- Task statement: Exactly the lines from the one that holds "(zero below threshold)." to the end of the data below: retype these and nothing else.
= Beginning of Section =
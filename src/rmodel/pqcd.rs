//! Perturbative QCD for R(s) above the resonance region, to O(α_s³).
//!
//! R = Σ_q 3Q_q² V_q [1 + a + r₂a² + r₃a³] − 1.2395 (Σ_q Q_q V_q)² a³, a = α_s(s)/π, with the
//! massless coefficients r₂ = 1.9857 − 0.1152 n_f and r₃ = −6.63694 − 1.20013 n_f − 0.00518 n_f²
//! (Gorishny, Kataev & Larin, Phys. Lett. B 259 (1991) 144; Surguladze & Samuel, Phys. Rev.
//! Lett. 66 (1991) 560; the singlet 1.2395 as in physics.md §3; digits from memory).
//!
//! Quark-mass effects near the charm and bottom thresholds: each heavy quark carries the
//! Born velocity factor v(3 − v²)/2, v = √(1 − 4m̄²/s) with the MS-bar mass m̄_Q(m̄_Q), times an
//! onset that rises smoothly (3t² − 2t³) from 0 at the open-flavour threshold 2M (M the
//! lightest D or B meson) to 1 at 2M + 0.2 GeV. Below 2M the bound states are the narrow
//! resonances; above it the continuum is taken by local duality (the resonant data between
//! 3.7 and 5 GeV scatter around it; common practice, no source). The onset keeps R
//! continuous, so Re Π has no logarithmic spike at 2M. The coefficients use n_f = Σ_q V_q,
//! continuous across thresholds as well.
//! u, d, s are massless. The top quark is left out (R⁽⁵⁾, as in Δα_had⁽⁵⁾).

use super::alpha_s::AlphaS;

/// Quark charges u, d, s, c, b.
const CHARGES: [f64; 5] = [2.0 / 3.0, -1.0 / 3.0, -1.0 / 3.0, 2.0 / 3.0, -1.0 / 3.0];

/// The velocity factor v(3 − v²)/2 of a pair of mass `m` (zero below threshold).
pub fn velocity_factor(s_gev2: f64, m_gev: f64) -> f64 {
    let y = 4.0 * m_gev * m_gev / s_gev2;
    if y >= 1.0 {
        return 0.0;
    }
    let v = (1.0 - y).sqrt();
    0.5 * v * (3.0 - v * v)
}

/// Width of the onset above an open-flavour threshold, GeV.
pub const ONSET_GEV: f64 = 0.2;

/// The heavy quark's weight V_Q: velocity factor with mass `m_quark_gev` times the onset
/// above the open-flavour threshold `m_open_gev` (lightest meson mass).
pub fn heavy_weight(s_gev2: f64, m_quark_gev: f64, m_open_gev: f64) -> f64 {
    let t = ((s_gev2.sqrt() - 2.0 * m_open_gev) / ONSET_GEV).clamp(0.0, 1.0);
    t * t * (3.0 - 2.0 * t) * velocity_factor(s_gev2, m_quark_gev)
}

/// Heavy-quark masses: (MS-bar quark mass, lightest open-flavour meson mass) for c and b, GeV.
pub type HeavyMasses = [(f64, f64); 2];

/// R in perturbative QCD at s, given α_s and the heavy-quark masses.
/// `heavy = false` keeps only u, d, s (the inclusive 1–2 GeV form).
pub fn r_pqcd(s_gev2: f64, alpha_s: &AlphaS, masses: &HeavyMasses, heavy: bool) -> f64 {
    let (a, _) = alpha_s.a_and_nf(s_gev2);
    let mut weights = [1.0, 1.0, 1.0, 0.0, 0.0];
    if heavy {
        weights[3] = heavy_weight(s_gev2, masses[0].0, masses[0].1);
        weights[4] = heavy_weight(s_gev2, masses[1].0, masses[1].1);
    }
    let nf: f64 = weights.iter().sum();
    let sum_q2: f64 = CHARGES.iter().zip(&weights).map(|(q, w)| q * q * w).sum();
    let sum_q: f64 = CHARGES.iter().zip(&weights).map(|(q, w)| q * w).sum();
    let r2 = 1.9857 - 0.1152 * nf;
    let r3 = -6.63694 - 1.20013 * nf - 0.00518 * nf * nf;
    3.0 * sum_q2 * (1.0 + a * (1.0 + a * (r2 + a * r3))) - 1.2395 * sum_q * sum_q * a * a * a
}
= End of Section =
- Exercise answer:
/// The velocity factor v(3 − v²)/2 of a pair of mass `m` (zero below threshold).
pub fn velocity_factor(s_gev2: f64, m_gev: f64) -> f64 {
    let y = 4.0 * m_gev * m_gev / s_gev2;
    if y >= 1.0 {
        return 0.0;
    }
    let v = (1.0 - y).sqrt();
    0.5 * v * (3.0 - v * v)
}

/// Width of the onset above an open-flavour threshold, GeV.
pub const ONSET_GEV: f64 = 0.2;

/// The heavy quark's weight V_Q: velocity factor with mass `m_quark_gev` times the onset
/// above the open-flavour threshold `m_open_gev` (lightest meson mass).
pub fn heavy_weight(s_gev2: f64, m_quark_gev: f64, m_open_gev: f64) -> f64 {
    let t = ((s_gev2.sqrt() - 2.0 * m_open_gev) / ONSET_GEV).clamp(0.0, 1.0);
    t * t * (3.0 - 2.0 * t) * velocity_factor(s_gev2, m_quark_gev)
}

/// Heavy-quark masses: (MS-bar quark mass, lightest open-flavour meson mass) for c and b, GeV.
pub type HeavyMasses = [(f64, f64); 2];

/// R in perturbative QCD at s, given α_s and the heavy-quark masses.
/// `heavy = false` keeps only u, d, s (the inclusive 1–2 GeV form).
pub fn r_pqcd(s_gev2: f64, alpha_s: &AlphaS, masses: &HeavyMasses, heavy: bool) -> f64 {
    let (a, _) = alpha_s.a_and_nf(s_gev2);
    let mut weights = [1.0, 1.0, 1.0, 0.0, 0.0];
    if heavy {
        weights[3] = heavy_weight(s_gev2, masses[0].0, masses[0].1);
        weights[4] = heavy_weight(s_gev2, masses[1].0, masses[1].1);
    }
    let nf: f64 = weights.iter().sum();
    let sum_q2: f64 = CHARGES.iter().zip(&weights).map(|(q, w)| q * q * w).sum();
    let sum_q: f64 = CHARGES.iter().zip(&weights).map(|(q, w)| q * w).sum();
    let r2 = 1.9857 - 0.1152 * nf;
    let r3 = -6.63694 - 1.20013 * nf - 0.00518 * nf * nf;
    3.0 * sum_q2 * (1.0 + a * (1.0 + a * (r2 + a * r3))) - 1.2395 * sum_q * sum_q * a * a * a
}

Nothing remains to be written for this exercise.